LDAPException - If the provided encoded password is not compatible with the validation performed by this password encoder, or if a problem is encountered while making the determination.

passwordMatches

protected boolean passwordMatches(@NotNull
                                  byte[] clearPasswordBytes,
                                  @NotNull
                                  byte[] unPrefixedUnFormattedEncodedPasswordBytes,
                                  @NotNull
                                  ReadOnlyEntry userEntry)
                           throws LDAPException

Indicates whether the provided clear-text password could have been used to generate the given encoded password. This method will be invoked when verifying a provided clear-text password during bind processing, or when removing an existing password in a modify operation.

Specified by:

passwordMatches in class InMemoryPasswordEncoder

Parameters:

clearPasswordBytes - The bytes that comprise the clear-text password to be compared against the encoded password. It must not be null or empty.

unPrefixedUnFormattedEncodedPasswordBytes - The bytes that comprise the encoded password, with the prefix stripped off and the output formatting reverted.

userEntry - The entry in which the encoded password appears. It must not be null.

Returns:

true if the provided clear-text password could have been used to generate the given encoded password, or false if not.

Throws:

LDAPException - If a problem is encountered while attempting to make the determination.

extractClearPassword

@NotNull
protected byte[] extractClearPassword(@NotNull
                                               byte[] unPrefixedUnFormattedEncodedPasswordBytes,
                                               @NotNull
                                               ReadOnlyEntry userEntry)
                                        throws LDAPException

Attempts to extract the clear-text password used to generate the provided encoded representation, if possible.

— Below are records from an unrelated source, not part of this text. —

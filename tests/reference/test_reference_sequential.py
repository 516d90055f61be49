"""The sequential audit against sources outside the project."""

import numpy as np
import pytest
from scipy import stats

from auditd.sequential import replay
from auditd.sequential.bets_batch import BatchEffects
from auditd.sequential.bets_clock import LEVEL_VARIANCE, ClockCycle
from auditd.sequential.bets_lineage import ParentCorrelation
from auditd.sequential.bets_spread import SpreadChange
from auditd.sequential.grids import BATCH_SHARE, CLOCK_VARIANCE, LINEAGE_PHI, SPREAD_SCALE, START_NORM
from auditd.sequential.latent_ar1 import N_STEPS_TO_STEADY, SignalState, gain_table, log_bets
from auditd.sequential.levels import group
from auditd.sequential.scored_block import ScoredBlock
from auditd.sequential.uniform import uniforms


def scored(z, *, code=None, times=None, parent_z=None):
    n = z.size
    code = np.zeros(n, dtype=np.int64) if code is None else code
    parent = np.full(n, np.nan) if parent_z is None else parent_z
    return ScoredBlock(
        z=z,
        reliability=np.ones(n),
        count=np.arange(1, n + 1),
        times=np.full(n, np.nan) if times is None else times,
        parent_z=parent,
        parent_reliability=np.isfinite(parent).astype(float),
        groups={"host": group(code, np.zeros(code.max() + 1, dtype=np.int64))},
    )


@pytest.mark.parametrize("decimals", [None, 1, 0])
def test_scores_equal_a_direct_count_of_earlier_runs(decimals):
    """Smoothed ranks by the definition, O(n²), also with ties (Vovk et al. 2005, section 2.2)."""
    rng = np.random.default_rng(3)
    n = 700
    y = rng.normal(size=n)
    y = y if decimals is None else np.round(y, decimals)
    y[::41] = np.nan
    cells = rng.integers(5, size=n).astype(str)
    u = uniforms([str(i) for i in range(n)], response="", key=b"k")
    expected = np.full(n, np.nan)
    for t in range(n):
        earlier = [y[i] for i in range(t) if cells[i] == cells[t] and np.isfinite(y[i])]
        if earlier and np.isfinite(y[t]):
            smaller = sum(value < y[t] for value in earlier)
            equal = sum(value == y[t] for value in earlier)
            expected[t] = stats.norm.ppf((smaller + u[t] * (1 + equal)) / (len(earlier) + 1))
    np.testing.assert_allclose(replay(y, cells=cells, key=b"k").scores, expected, atol=1e-12)


@pytest.mark.parametrize(("phi", "share"), [(0.6, 1.0), (-0.4, 0.5), (0.97, 0.1), (0.997, 0.03)])
def test_predictions_equal_statsmodels_state_space_filter(phi, share):
    """AR(1) plus noise against statsmodels' exact Kalman filter (SARIMAX with measurement error)."""
    from statsmodels.tsa.statespace.sarimax import SARIMAX

    z = np.random.default_rng(5).normal(size=400)
    model = SARIMAX(z, order=(1, 0, 0), measurement_error=True, trend="n")
    model.ssm.tolerance = 0.0  # no shortcut to the steady state: the exact filter throughout
    noise = max(1.0 - share, 1e-300)
    reference = model.filter([phi, noise, share * (1.0 - phi**2)])
    expected = reference.llf_obs - stats.norm.logpdf(z)
    state = SignalState(mean=np.zeros((1, 1)), trust=np.ones((1, 1)))
    got, _ = log_bets(
        gain_table((((phi,), (share,)),)),
        z,
        np.ones(z.size),
        np.arange(z.size),
        np.zeros(1, dtype=int),
        state,
    )
    np.testing.assert_allclose(got[0], expected, atol=1e-9)


def test_gains_are_steady_where_the_table_ends():
    """Beyond the table's end no gain moves: the last two columns agree to the last digits."""
    from auditd.sequential.bets_signal import ALONG_ORDER, WITHIN_LEVELS

    for grid in (*ALONG_ORDER.values(), *WITHIN_LEVELS.values()):
        table = gain_table((grid,))
        assert table.carry.shape[1] == N_STEPS_TO_STEADY
        np.testing.assert_allclose(table.carry[:, -1], table.carry[:, -2], rtol=0, atol=1e-15)
        np.testing.assert_allclose(table.variance[:, -1], table.variance[:, -2], rtol=0, atol=1e-15)


def test_batch_bets_are_the_conditional_densities_of_a_multivariate_normal():
    """Two levels' random effects: a multivariate normal conditioned run by run, the slow level taken off."""
    rng = np.random.default_rng(6)
    z, code = rng.normal(size=12), np.tile([0, 1, 1], 4)
    bets = BatchEffects("host")
    got = bets.log_bets(scored(z, code=code))
    fed = z - np.array([np.average(z[: t + 1], weights=0.995 ** np.arange(t, -1, -1)) for t in range(z.size)])
    for row, s in enumerate(BATCH_SHARE):
        for t in range(z.size):
            earlier = np.flatnonzero(code[:t] == code[t])
            m = earlier.size
            joint = s * np.ones((m + 1, m + 1)) + (1 - s) * np.eye(m + 1)
            weights = np.linalg.solve(joint[:m, :m], joint[:m, m]) if m else np.zeros(0)
            mean, variance = weights @ fed[earlier], joint[m, m] - weights @ joint[:m, m]
            expected = stats.norm.logpdf(z[t], mean, np.sqrt(variance)) - stats.norm.logpdf(z[t])
            assert got[row, t] == pytest.approx(expected, abs=1e-9)


def test_clock_bets_are_the_conditional_means_of_a_multivariate_normal():
    """Level, sine and cosine with normal priors: the cycle conditioned run by run, bet on by scipy."""
    rng = np.random.default_rng(7)
    n, day = 80, 86_400.0
    times = np.arange(n) * day * 4.0 / n
    z = rng.normal(size=n)
    got = ClockCycle().log_bets(scored(z, times=times))
    x = np.column_stack((np.sin(2 * np.pi * times / day), np.cos(2 * np.pi * times / day)))
    for row, v in enumerate(CLOCK_VARIANCE):
        cycle = v * x @ x.T
        seen = cycle + LEVEL_VARIANCE + (1 - v) * np.eye(n)
        mean = [cycle[t, :t] @ np.linalg.solve(seen[:t, :t], z[:t]) if t else 0.0 for t in range(n)]
        expected = stats.norm.logpdf(z, mean, 1.0) - stats.norm.logpdf(z)
        expected[times < 3 * day] = 0.0
        np.testing.assert_allclose(got[row], expected, atol=1e-9)
    assert not got[len(CLOCK_VARIANCE) :].any()  # four days are no three weeks


def test_spread_and_lineage_bets_are_scipy_densities():
    """N(0, κ²) and N(φ·parent, 1 − φ²) by scipy.stats.norm."""
    rng = np.random.default_rng(8)
    z, parent = rng.normal(size=50), rng.normal(size=50)
    parent[::3] = np.nan
    null = stats.norm.logpdf(z)
    got = SpreadChange().log_bets(scored(z))
    for row, kappa in enumerate(SPREAD_SCALE):
        np.testing.assert_allclose(got[row], stats.norm.logpdf(z, 0, kappa) - null, atol=1e-12)
    got = ParentCorrelation().log_bets(scored(z, parent_z=parent))
    for row, phi in enumerate(LINEAGE_PHI):
        expected = stats.norm.logpdf(z, phi * np.nan_to_num(parent), np.sqrt(1 - phi**2)) - null
        np.testing.assert_allclose(got[row], np.where(np.isnan(parent), 0.0, expected), atol=1e-12)


def test_every_bet_is_a_density_also_with_unreliable_scores():
    """exp(log L) times the normal density integrates to 1 over the next score (Gauss–Hermite)."""
    nodes, weights = np.polynomial.hermite_e.hermegauss(80)
    weights = weights / weights.sum()
    rng = np.random.default_rng(9)
    past = rng.normal(size=9)
    rho = rng.uniform(0.2, 1.0, size=10)
    table = gain_table((((0.6, -0.4, 0.97), (0.5, 1.0)),))
    total = np.zeros(6)
    for node, weight in zip(nodes, weights, strict=True):
        state = SignalState(mean=np.zeros((6, 1)), trust=np.ones((6, 1)))
        log_l, _ = log_bets(table, np.append(past, node), rho, np.arange(10), np.zeros(1, dtype=int), state)
        total += weight * np.exp(log_l[:, -1])
    np.testing.assert_allclose(total, 1.0, atol=1e-6)


def test_the_start_weights_sum_to_no_more_than_one():
    """Σ 1/((t+1) ln²(t+2)), t ≥ 1, by summation and the integral test, is below the constant dividing it."""
    t = np.arange(1.0, 2e6)
    partial = np.sum(1.0 / ((t + 1) * np.log(t + 2) ** 2))
    upper = partial + 1.0 / np.log(2e6)  # ∫ dx/(x ln² x) from 2e6 on bounds what is left
    assert upper <= START_NORM
    assert upper > 0.999 * START_NORM


def test_ville_bounds_the_largest_e_value_of_exchangeable_runs():
    """Ville (1939): the mean ever reaches 1/α with probability at most α (binomial bound, seeded)."""
    reached = 0
    campaigns, alpha = 300, 0.2
    for seed in range(campaigns):
        rng = np.random.default_rng([41, seed])
        cells, host = rng.integers(3, size=250).astype(str), rng.integers(3, size=250).astype(str)
        found = replay(rng.standard_t(3, size=250), cells=cells, nuisance={"host": host}, alarm_budget=alpha)
        reached += bool(found.alarms)
    assert stats.binom.sf(reached - 1, campaigns, alpha) > 1e-3
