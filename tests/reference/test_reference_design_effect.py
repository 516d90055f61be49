"""What dependence within clusters costs a mean, against a published survey."""

import math

import numpy as np
import pytest

from auditd.stats import cluster_covariance, one_way


def _school_variance(columns):
    """Variance of the mean of 183 schools in 15 of 757 districts, one stage, without replacement."""
    district, score = columns("survey_apiclus1.csv", "dnum", "api00")
    n, k = score.size, 15
    residuals = score - score.mean()
    design = np.ones((n, 1))
    # The survey package's factor is k/(k − 1) alone; with one column ours times (n − 1)/(n − 1) is the
    # same.
    variance = float(cluster_covariance(residuals, design, district)[0, 0]) * (1 - k / 757)
    return score, variance


def test_mean_of_a_cluster_sample(columns):
    """R survey, svymean(~api00, dclus1): mean 644.17, SE 23.542 (published)."""
    score, variance = _school_variance(columns)
    assert score.mean() == pytest.approx(644.17, abs=0.0058)
    assert math.sqrt(variance) == pytest.approx(23.542, abs=0.00055)


def test_design_effect_of_a_cluster_sample(columns):
    """Same source: DEff 9.3459 against simple random sampling without replacement (recalled, reproduced).

    The population's size is the sum of weights, 6194.
    """
    score, variance = _school_variance(columns)
    weight = columns("survey_apiclus1.csv", "weight")
    simple = score.var(ddof=1) / score.size
    assert variance / (simple * (1 - score.size / weight.sum())) == pytest.approx(9.3459, abs=5.8e-5)
    assert variance / simple == pytest.approx(9.0697, abs=5.8e-5)


def test_model_based_design_effect_is_of_that_size(columns):
    """Kish's 1 + (Σnᵢ²/n − 1)·icc of the same schools lies within a factor of two of the sample's own."""
    district, score = columns("survey_apiclus1.csv", "dnum", "api00")
    assert 9.07 / 2 < one_way(score, district).design_effect < 9.07 * 2


def test_design_effect_is_the_variance_ratio():
    """With effects of known variance, the mean's variance over 4,000 trials exceeds the naive one as Kish
    says.
    """
    rng = np.random.default_rng(17)
    sizes = np.array([2, 3, 5, 10, 20])
    group = np.repeat(np.arange(5), sizes)
    effects = rng.normal(size=(4000, 5)) * math.sqrt(0.3)
    x = effects[:, group] + rng.normal(size=(4000, 40)) * math.sqrt(0.7)
    expected = 1 + (float(sizes @ sizes) / 40 - 1) * 0.3
    assert 40 * x.mean(axis=1).var() == pytest.approx(expected, rel=0.08)
    tables = [one_way(row, group) for row in x[:400]]
    assert np.mean([t.between for t in tables]) == pytest.approx(0.3, abs=0.06)
    covered = [t.icc_low <= 0.3 <= t.icc_high for t in tables]
    assert abs(np.mean(covered) - 0.95) < 3 * (0.95 * 0.05 / 400) ** 0.5
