"""Grubbs's and Rosner's tests against published values."""

import numpy as np
import pytest

from auditd.stats import generalized_esd, grubbs
from auditd.stats.grubbs import critical_deviation

# Rosner (1983), Technometrics 25:165-172; also NIST e-Handbook 1.3.5.17.3.
ROSNER = (
    -0.25, 0.68, 0.94, 1.15, 1.20, 1.26, 1.26, 1.34, 1.38, 1.43, 1.49, 1.49, 1.55, 1.56, 1.58, 1.65, 1.69,
    1.70, 1.76, 1.77, 1.81, 1.91, 1.94, 1.96, 1.99, 2.06, 2.09, 2.10, 2.14, 2.15, 2.23, 2.24, 2.26, 2.35,
    2.37, 2.40, 2.47, 2.54, 2.62, 2.64, 2.90, 2.92, 2.92, 2.93, 3.21, 3.26, 3.30, 3.59, 3.68, 4.30, 4.64,
    5.34, 5.42, 6.01,
)  # fmt: skip
# The handbook's R and λ (recalled, reproduced; its last digits are truncated), and the tolerance of each.
R = (3.118, 2.942, 3.179, 2.810, 2.815, 2.848, 2.279, 2.310, 2.101, 2.067)
R_TOLERANCE = (0.001, 0.0011, 0.00055, 0.0058, 0.00061, 0.00055, 0.00055, 0.0058, 0.00061, 0.00055)
LAMBDA = (3.158, 3.151, 3.143, 3.136, 3.128, 3.120, 3.111, 3.103, 3.094, 3.085)
LAMBDA_TOLERANCE = (0.00088, 0.00055, 0.00099, 0.00055, 0.00055, 0.0058, 0.00084, 0.00055, 0.00055, 0.00055)
# Tietjen & Moore (1972), Technometrics 14:583-597: uranium isotope ratios.
URANIUM = (199.31, 199.53, 200.19, 200.82, 201.92, 201.95, 202.18, 245.57)
# Grubbs (1969), Technometrics 11:1-21, Table 1: one-sided 5 % points (from memory, reproduced), and
# tolerances.
GRUBBS = (
    (3, 1.153, 0.00055), (4, 1.463, 0.00055), (5, 1.672, 0.00065), (6, 1.822, 0.00055), (7, 1.938, 0.00055),
    (8, 2.032, 0.00055), (9, 2.110, 0.0058), (10, 2.176, 0.00055), (12, 2.285, 0.00055), (15, 2.409, 0.00055),
    (20, 2.557, 0.00055), (25, 2.663, 0.00055), (30, 2.745, 0.00055), (40, 2.866, 0.0017), (50, 2.956,
    0.0011), (100, 3.207, 0.0028),
)  # fmt: skip


def _assert_rosner(x):
    result = generalized_esd(x, 10, 0.05)
    for got, expected, tolerance in zip(result.deviations, R, R_TOLERANCE, strict=True):
        assert got == pytest.approx(expected, abs=tolerance)
    for got, expected, tolerance in zip(result.critical, LAMBDA, LAMBDA_TOLERANCE, strict=True):
        assert got == pytest.approx(expected, abs=tolerance)
    # R₁ < λ₁ and R₂ < λ₂: a procedure that stops at the first says none.
    assert np.asarray(x)[list(result.outliers)].tolist() == [6.01, 5.42, 5.34]


def test_rosner_typed_in():
    """Rosner's 54 values: every R and λ of the handbook, and three outliers."""
    _assert_rosner(np.array(ROSNER))


def test_rosner_from_the_shared_copy(columns):
    """The same from the reference folder, in reversed order of the values."""
    _assert_rosner(columns("rosner1983.csv", "y")[::-1])


def test_uranium_typed_in():
    """NIST e-Handbook 1.3.5.17.1: G 2.468765, one-sided 5 % point 2.032 (from memory, reproduced)."""
    result = grubbs(URANIUM, 0.05, alternative="max")
    assert result.statistic == pytest.approx(2.468765, abs=5.5e-7)
    assert result.critical == pytest.approx(2.032, abs=0.00055)
    assert (result.index, result.outlier) == (7, True)
    assert grubbs(URANIUM).critical == pytest.approx(2.126645, abs=5.5e-7)


def test_uranium_from_the_shared_copy(columns):
    """The same from the reference folder."""
    result = grubbs(columns("tietjen_moore_u235.csv", "y"), 0.05, alternative="max")
    assert result.statistic == pytest.approx(2.468765, abs=5.5e-7)
    assert result.critical == pytest.approx(2.032, abs=0.00055)


@pytest.mark.parametrize(("n", "expected", "tolerance"), GRUBBS)
def test_critical_values(n, expected, tolerance):
    """Grubbs's Table 1, one-sided: also the two-sided point at twice the level."""
    x = np.random.default_rng(n).normal(size=n)
    assert grubbs(x, 0.05, alternative="max").critical == pytest.approx(expected, abs=tolerance)
    assert grubbs(x, 0.10).critical == grubbs(x, 0.05, alternative="max").critical


def test_pvalue_is_the_level_at_which_the_value_is_critical():
    """For both tests, asked again at the level p, the statistic stands exactly at its critical value."""
    x = np.array(ROSNER)
    for sides, result in ((2, grubbs(x)), (1, grubbs(x, alternative="max"))):
        assert critical_deviation(x.size, result.pvalue / sides) == pytest.approx(result.statistic, rel=1e-9)
    several = generalized_esd(x, 10)
    again = generalized_esd(x, 10, several.pvalue)
    assert again.critical[2] == pytest.approx(several.statistic, rel=1e-9)
    assert generalized_esd(x, 10, several.pvalue * 0.999).outliers == ()
    assert len(generalized_esd(x, 10, several.pvalue * 1.001).outliers) == 3


def test_deviations_agree_with_plain_recomputation():
    """Every R equals that of the values left, recomputed from scratch, with outliers a billion times
    larger.
    """
    rng = np.random.default_rng(3)
    x = np.concatenate((rng.normal(1e3, 1e-3, 60), [1e9, -1e9, 5e8]))
    left, plain = list(x), []
    for _ in range(8):
        values = np.array(left)
        z = np.abs(values - values.mean()) / values.std(ddof=1)
        plain.append(z.max())
        left.pop(int(z.argmax()))
    assert generalized_esd(x, 8).deviations == pytest.approx(plain, rel=1e-7)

Many password encoder implementations may use one-way encoding mechanisms, so it will often not be possible to obtain the original clear-text password from its encoded representation.

Specified by:

extractClearPassword in class InMemoryPasswordEncoder

Parameters:

unPrefixedUnFormattedEncodedPasswordBytes - The bytes that comprise the encoded password, with the prefix stripped off and the output formatting reverted.

userEntry - The entry in which the encoded password appears. It must not be null.

Returns:

The clear-text password used to generate the provided encoded representation.

Throws:

LDAPException - If this password encoder is not reversible, or if a problem occurs while trying to extract the clear-text representation from the provided encoded password.

toString

public void toString(@NotNull
                     java.lang.StringBuilder buffer)

Appends a string representation of this password encoder to the provided buffer.

Specified by:

toString in class InMemoryPasswordEncoder

Parameters:

buffer - The buffer to which the information should be appended.